What to work on
In the records below, begin at the line that has "if (!circuit.sequence.some((step) =>" and stop after the line that has "and at step"; quote those lines verbatim and nothing more.

Data for analysis

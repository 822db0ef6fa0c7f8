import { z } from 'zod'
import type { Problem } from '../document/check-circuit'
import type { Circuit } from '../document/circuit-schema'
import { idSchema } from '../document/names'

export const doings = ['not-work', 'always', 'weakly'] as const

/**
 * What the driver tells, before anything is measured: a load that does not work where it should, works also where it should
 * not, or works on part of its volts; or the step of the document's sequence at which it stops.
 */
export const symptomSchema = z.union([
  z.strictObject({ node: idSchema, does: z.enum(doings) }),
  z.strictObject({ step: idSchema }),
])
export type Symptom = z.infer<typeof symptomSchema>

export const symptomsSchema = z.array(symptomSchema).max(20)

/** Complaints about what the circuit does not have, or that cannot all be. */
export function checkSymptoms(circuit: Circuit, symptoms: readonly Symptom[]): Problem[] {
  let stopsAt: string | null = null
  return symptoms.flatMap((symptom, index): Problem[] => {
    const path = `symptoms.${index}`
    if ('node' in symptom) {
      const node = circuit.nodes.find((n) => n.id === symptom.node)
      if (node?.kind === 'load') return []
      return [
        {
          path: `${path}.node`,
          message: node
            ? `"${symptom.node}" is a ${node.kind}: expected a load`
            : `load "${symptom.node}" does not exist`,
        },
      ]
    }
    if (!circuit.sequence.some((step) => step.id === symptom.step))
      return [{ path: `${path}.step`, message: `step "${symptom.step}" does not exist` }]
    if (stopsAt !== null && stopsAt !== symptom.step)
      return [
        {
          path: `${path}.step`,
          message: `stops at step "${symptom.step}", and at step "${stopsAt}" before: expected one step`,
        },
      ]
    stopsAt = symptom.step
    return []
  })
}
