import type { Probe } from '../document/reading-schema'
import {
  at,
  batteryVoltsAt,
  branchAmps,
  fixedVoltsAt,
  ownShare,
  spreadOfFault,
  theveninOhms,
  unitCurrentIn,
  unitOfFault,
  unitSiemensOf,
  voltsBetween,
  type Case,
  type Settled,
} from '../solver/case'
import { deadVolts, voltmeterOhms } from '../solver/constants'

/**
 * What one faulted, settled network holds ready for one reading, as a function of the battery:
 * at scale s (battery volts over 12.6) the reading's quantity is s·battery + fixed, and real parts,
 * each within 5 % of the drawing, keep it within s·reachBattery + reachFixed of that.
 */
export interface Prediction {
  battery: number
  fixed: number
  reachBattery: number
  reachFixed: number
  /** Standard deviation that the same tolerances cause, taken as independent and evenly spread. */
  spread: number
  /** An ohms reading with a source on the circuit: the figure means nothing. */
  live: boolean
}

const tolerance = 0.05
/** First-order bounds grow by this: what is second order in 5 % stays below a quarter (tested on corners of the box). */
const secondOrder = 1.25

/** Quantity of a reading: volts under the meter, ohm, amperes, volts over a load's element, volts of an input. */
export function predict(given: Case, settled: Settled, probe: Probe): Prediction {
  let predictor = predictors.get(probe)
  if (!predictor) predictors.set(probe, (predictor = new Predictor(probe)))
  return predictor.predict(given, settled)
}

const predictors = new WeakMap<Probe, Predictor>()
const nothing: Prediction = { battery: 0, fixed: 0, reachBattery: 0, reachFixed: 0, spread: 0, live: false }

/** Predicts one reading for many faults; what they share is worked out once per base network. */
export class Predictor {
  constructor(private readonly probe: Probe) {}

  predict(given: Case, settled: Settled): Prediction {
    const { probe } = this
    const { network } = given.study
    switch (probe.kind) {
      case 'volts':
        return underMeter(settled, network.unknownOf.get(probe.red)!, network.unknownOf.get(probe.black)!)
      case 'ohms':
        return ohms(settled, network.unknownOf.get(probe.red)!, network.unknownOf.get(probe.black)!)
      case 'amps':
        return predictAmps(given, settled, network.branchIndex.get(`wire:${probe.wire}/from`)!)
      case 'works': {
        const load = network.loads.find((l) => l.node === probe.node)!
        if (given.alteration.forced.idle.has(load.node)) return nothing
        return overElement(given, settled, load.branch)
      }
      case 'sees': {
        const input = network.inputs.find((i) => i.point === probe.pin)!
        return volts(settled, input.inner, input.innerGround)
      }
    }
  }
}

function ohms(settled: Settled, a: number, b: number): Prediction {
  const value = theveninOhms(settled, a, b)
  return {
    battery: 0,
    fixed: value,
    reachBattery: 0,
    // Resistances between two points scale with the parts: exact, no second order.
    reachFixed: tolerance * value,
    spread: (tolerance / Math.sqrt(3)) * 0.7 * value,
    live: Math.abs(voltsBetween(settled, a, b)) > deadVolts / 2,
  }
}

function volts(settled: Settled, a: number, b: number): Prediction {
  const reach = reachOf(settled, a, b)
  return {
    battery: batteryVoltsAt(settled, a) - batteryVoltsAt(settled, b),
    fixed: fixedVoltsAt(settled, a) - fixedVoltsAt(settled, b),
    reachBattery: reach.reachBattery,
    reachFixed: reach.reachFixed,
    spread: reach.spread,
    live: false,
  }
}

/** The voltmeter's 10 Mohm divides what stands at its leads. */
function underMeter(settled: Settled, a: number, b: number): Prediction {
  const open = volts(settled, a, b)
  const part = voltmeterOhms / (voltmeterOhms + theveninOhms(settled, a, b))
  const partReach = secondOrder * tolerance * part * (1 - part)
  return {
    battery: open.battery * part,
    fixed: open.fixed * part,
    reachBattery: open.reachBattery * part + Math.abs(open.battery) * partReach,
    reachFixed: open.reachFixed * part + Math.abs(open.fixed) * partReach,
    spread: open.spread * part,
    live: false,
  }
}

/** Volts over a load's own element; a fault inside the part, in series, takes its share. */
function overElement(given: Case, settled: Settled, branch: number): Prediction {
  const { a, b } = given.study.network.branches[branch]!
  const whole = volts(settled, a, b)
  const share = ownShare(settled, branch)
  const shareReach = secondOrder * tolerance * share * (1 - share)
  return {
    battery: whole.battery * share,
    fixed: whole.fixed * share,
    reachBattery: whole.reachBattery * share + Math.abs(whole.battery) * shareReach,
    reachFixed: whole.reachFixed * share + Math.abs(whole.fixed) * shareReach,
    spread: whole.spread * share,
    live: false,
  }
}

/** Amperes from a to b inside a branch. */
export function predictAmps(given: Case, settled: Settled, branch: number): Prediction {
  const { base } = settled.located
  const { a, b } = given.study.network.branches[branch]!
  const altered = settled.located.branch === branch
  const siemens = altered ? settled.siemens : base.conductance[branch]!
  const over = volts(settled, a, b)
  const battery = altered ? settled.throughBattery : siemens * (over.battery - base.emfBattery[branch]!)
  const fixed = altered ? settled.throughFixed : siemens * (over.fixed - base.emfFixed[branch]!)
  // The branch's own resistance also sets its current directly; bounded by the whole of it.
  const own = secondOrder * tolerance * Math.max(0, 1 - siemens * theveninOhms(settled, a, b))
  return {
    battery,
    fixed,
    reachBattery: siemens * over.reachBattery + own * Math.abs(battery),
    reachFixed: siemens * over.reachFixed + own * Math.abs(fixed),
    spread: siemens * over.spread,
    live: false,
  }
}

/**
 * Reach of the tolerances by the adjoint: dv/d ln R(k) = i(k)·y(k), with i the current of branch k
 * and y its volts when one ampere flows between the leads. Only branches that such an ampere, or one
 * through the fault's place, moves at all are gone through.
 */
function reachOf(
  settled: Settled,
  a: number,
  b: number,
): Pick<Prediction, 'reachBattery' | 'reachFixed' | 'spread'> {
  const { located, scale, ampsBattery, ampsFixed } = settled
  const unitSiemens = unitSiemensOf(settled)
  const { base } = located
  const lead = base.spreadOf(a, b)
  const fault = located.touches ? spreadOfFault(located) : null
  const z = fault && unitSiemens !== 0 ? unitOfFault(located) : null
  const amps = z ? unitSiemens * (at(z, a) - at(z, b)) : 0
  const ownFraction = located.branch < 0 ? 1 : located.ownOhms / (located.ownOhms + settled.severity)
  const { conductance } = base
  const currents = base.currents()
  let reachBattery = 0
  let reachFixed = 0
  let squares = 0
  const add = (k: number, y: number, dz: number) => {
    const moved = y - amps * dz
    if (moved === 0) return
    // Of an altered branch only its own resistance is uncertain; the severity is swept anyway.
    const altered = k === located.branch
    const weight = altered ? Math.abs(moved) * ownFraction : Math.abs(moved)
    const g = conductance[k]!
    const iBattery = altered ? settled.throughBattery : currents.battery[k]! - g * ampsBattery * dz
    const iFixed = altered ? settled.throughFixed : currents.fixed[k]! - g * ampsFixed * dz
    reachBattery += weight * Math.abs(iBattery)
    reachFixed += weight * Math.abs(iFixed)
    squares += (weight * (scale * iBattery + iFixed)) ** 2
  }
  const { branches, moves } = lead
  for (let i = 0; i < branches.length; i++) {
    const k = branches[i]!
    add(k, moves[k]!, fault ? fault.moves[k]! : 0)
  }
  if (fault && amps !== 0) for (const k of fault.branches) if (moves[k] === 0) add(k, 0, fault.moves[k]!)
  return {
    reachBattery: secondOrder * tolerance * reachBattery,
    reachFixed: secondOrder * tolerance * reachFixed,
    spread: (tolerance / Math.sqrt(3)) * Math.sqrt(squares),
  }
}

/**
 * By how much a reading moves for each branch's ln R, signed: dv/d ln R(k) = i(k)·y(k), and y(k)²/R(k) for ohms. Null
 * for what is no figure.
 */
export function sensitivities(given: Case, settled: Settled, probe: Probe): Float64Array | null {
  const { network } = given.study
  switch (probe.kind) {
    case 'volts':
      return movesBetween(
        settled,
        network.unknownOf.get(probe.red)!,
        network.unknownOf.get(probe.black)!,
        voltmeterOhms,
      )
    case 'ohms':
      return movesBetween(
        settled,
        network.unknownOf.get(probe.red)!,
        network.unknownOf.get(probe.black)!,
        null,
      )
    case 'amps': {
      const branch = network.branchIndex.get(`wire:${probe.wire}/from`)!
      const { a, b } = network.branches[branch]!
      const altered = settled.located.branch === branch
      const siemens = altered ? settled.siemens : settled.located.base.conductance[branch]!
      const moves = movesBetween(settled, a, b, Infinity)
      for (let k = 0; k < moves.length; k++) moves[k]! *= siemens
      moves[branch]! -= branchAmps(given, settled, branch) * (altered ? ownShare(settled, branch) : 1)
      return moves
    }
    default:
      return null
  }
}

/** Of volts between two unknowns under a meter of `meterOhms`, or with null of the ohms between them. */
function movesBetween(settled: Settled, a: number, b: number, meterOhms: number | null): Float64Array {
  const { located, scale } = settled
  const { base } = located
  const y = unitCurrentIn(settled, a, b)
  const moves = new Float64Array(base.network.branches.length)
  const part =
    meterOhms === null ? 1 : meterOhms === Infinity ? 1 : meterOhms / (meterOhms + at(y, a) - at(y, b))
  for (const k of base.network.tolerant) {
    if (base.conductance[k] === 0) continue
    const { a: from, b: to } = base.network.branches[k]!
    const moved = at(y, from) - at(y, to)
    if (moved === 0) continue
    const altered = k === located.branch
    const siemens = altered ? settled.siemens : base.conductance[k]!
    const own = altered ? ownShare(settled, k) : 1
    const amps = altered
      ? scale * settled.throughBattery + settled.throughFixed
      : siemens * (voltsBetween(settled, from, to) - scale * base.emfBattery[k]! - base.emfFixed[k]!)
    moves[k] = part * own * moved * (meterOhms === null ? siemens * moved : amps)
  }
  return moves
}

Result
    if (!circuit.sequence.some((step) => step.id === symptom.step))
      return [{ path: `${path}.step`, message: `step "${symptom.step}" does not exist` }]
    if (stopsAt !== null && stopsAt !== symptom.step)
      return [
        {
          path: `${path}.step`,
          message: `stops at step "${symptom.step}", and at step "${stopsAt}" before: expected one step`,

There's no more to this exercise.